Through a case study, it is shown that Twitter information provides some elements that allow a global analysis of preferences in foods, products or brands, based on the mentions made by users in the network. Despite founding just a 2% of messages related to food, there is a significant number of users, which would significantly exceed approximations made by other methodologies, such as specialized surveys. The advantage of having continuous information collection also enables a significant increase in the volume of users that can be identified over time, as well as the identification of patterns or changes in behavior, constituting a very relevant aspect.

One of the most valuable elements of the exercise is the generation of the knowledge base, which must be adjusted to ensure that the products of interest (including those of competitors) are at the base; in turn, more specific relationships can be established about users’ opinions or emotions about them. An advantage of the way in which the algorithm was implemented is the possibility of making these adjustments without major difficulties. This would create new sources of unstructured open data, allowing other systems to feed from their knowledge bases, such as systems of health, marketing or others [15].

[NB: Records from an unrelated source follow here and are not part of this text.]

package report

import (
	"math"
	"slices"
	"strings"
	"testing"
)

func TestNiceTicks(t *testing.T) {
	tests := []struct {
		lo, hi    float64
		wantMajor []string
	}{
		{0, 18.48, []string{"0", "5", "10", "15"}},
		{-250, 500, []string{"-200", "0", "200", "400"}},
		{0, 1.2, []string{"0.0", "0.2", "0.4", "0.6", "0.8", "1.0", "1.2"}},
		{-0.45, 0.45, []string{"-0.4", "-0.2", "0.0", "0.2", "0.4"}},
		{0.001, 0.0012, []string{"0.00100", "0.00105", "0.00110", "0.00115", "0.00120"}},
		{1, 1, nil},
		{math.Inf(-1), 1, nil},
	}
	for _, tc := range tests {
		var got []string
		for _, tk := range (niceTicks{}).Ticks(tc.lo, tc.hi) {
			if tk.Label != "" {
				got = append(got, tk.Label)
			}
			if tk.Value < tc.lo-1e-9 || tk.Value > tc.hi+1e-9 {
				t.Errorf("[%g, %g]: tick %g outside the range", tc.lo, tc.hi, tk.Value)
			}
		}
		if !slices.Equal(got, tc.wantMajor) {
			t.Errorf("[%g, %g]: labels %v, want %v", tc.lo, tc.hi, got, tc.wantMajor)
		}
	}
}

func TestNiceStep(t *testing.T) {
	tests := []struct{ raw, want float64 }{
		{3, 5}, {1, 1}, {0.13, 0.2}, {7, 10}, {0.0004, 0.0005}, {0, 1}, {-1, 1},
	}
	for _, tc := range tests {
		if got := niceStep(tc.raw); math.Abs(got-tc.want) > 1e-12 {
			t.Errorf("niceStep(%g) = %g, want %g", tc.raw, got, tc.want)
		}
	}
}

func TestLogTicks(t *testing.T) {
	labels := func(lo, hi float64) []string {
		var out []string
		for _, tk := range (logTicks{}).Ticks(lo, hi) {
			if tk.Value < lo || tk.Value > hi {
				t.Errorf("tick %g outside [%g, %g]", tk.Value, lo, hi)
			}
			if tk.Label != "" {
				out = append(out, tk.Label)
			}
		}
		return out
	}
	for _, tc := range []struct {
		lo, hi float64
		want   string
	}{
		{2500, 14000, "3000 4000 5000 6000 7000 8000 9000 10000"}, // under a decade: every multiple
		{1500, 150000, "2000 5000 10000 20000 50000 100000"},      // two decades: 1, 2, 5
		{0.05, 2e4, "0.1 1 10 100 1000 10000"},                    // many: powers of ten only
		{3, 2, ""},
	} {
		if got := strings.Join(labels(tc.lo, tc.hi), " "); got != tc.want {
			t.Errorf("[%g, %g]: labels %q, want %q", tc.lo, tc.hi, got, tc.want)
		}
	}
}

Despite the remarkable advantages, it is important to note that the algorithm’s accuracy is 70%, a value associated mainly with trying to build a knowledge base for such a broad domain. This behavior affects the results, generating erroneous interpretations; however, as mentioned before, if this algorithm was applied to a more specific domain, its performance would increase.

To estimate the magnitude of interpretation errors, it will be necessary to deepen in a content analysis where the intentionality is verified directly in the tweet texts. This kind of analysis requires a huge amount of time for its completion, which exceeds the initial objectives and scope of this research. However, it is proposed as a future work.